Background and aim: Pancreatic neuroendocrine tumor (pNET) is a clinically rare and heterogeneous group of tumors; its pharmacogenetic characteristics are not fully understood. This study was designed to examine the relationship between key gene variations and disease development and prognosis among Chinese patients with pNET.
Methods: Various pNET associated genes such as DAXX/ATRX, KRAS, MEN1, PTEN, TSC2, SMAD4/DPC, TP53 and VHL were analyzed in high-throughput sequencing. The links between the gene mutations and the clinicopathological features and prognosis of the patients were determined.

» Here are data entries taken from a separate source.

def _band_index(values, levels):
    """Colour band (see `_band_values`) of each value for evenly spaced ``levels``; -1 for NaN."""
    levels = np.asarray(levels, dtype=float)
    step = (levels[-1] - levels[0]) / (levels.size - 1)
    k = (np.asarray(values) - levels[0]) * (1.0 / step)
    np.floor(k, out=k)
    k += 1
    np.clip(k, 0, levels.size, out=k)
    nan = np.isnan(k)
    k[nan] = -1
    return k.astype(np.int16)


def _band_colours(levels, norm, cmap):
    """Opaque RGBA colour of each band (see `_band_values`), each packed in one uint32 as
    the bytes of an RGBA pixel (`_paint_field`)."""
    rgba = cmap(Normalize(norm.vmin, norm.vmax)(_band_values(levels)), bytes=True)
    rgba[:, 3] = 255
    return np.ascontiguousarray(rgba, dtype=np.uint8).view(np.uint32).ravel()


#: Sampling plans (mesh -> pixels) kept per process: one per site layout and figure size.
_PLAN_CACHE_SIZE = 8
_PLANS = {}


def _polar_axes(gx, gy):
    """(azimuths rad, radii mm) when the 2-D mesh is a polar grid, else None.

    A polar grid as `PolarSurface.mesh` makes it: rows are azimuths (increasing, unwrapped),
    columns radii from the centre (increasing).
    """
    if gx.ndim != 2 or gx.shape != gy.shape or min(gx.shape) < 2:
        return None
    radius = np.hypot(gx[0], gy[0])
    theta = np.unwrap(np.arctan2(gy[:, -1], gx[:, -1]))
    if not (radius[-1] > 0 and np.all(np.diff(radius) > 0) and np.all(np.diff(theta) > 0)):
        return None
    tol = 1e-9 * radius[-1]
    if not (np.allclose(gx, radius[None, :] * np.cos(theta)[:, None], rtol=0, atol=tol)
            and np.allclose(gy, radius[None, :] * np.sin(theta)[:, None], rtol=0, atol=tol)):
        return None
    return theta, radius


def _bilinear(rows_axis, cols_axis, row_at, col_at):
    """Gather indices (4, m) and weights (4, m) of bilinear interpolation on a grid whose row
    and column coordinates are the increasing ``rows_axis`` and ``cols_axis``."""
    n_rows, n_cols = rows_axis.size, cols_axis.size
    fi = np.interp(row_at, rows_axis, np.arange(n_rows))
    fj = np.interp(col_at, cols_axis, np.arange(n_cols))
    i0 = np.clip(np.floor(fi).astype(np.intp), 0, n_rows - 2)
    j0 = np.clip(np.floor(fj).astype(np.intp), 0, n_cols - 2)
    a, b = fi - i0, fj - j0
    k = i0 * n_cols + j0
    index = np.stack([k, k + 1, k + n_cols, k + n_cols + 1])
    weight = np.stack([(1 - a) * (1 - b), (1 - a) * b, a * (1 - b), a * b])
    return index, weight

Results: The somatic mutation frequencies of the DAXX/ATRX, KRAS, MEN1, mTOR pathway genes (PTEN and TSC2), SMAD4/DPC, TP53, and VHL in Chinese pNET patients were 54.05%, 10.81%, 35.14%, 54.05%, 2.70%, 13.51%, and 40.54%, respectively, while the same figures in Caucasians pNET patients were 43%, 0%, 44%, 15%, 0%, 3%, and 0%, respectively. The numbers of mutated genes were from 0 to 6; 4 patients with more than 3 mutated genes had higher proliferation (Ki-67) index or nerve vascular invasion or organ involvement, but only 9 of 27 patients with 3 or few mutated genes had such features. Mutations in KRAS and DAXX/ATRX, but not other genes analyzed, were associated with a shortened survival.
Conclusion: The mutation rates of these genes in Chinese pNET patients are different from those in Caucasians. A higher number of gene mutations and the DAXX/ATRX and KRAS gene mutations are correlated with a poor prognosis of patients with pNET.
Keywords: DAXX/ATRX.; KRAS; gene mutation; pancreatic neuroendocrine tumor; prognosis.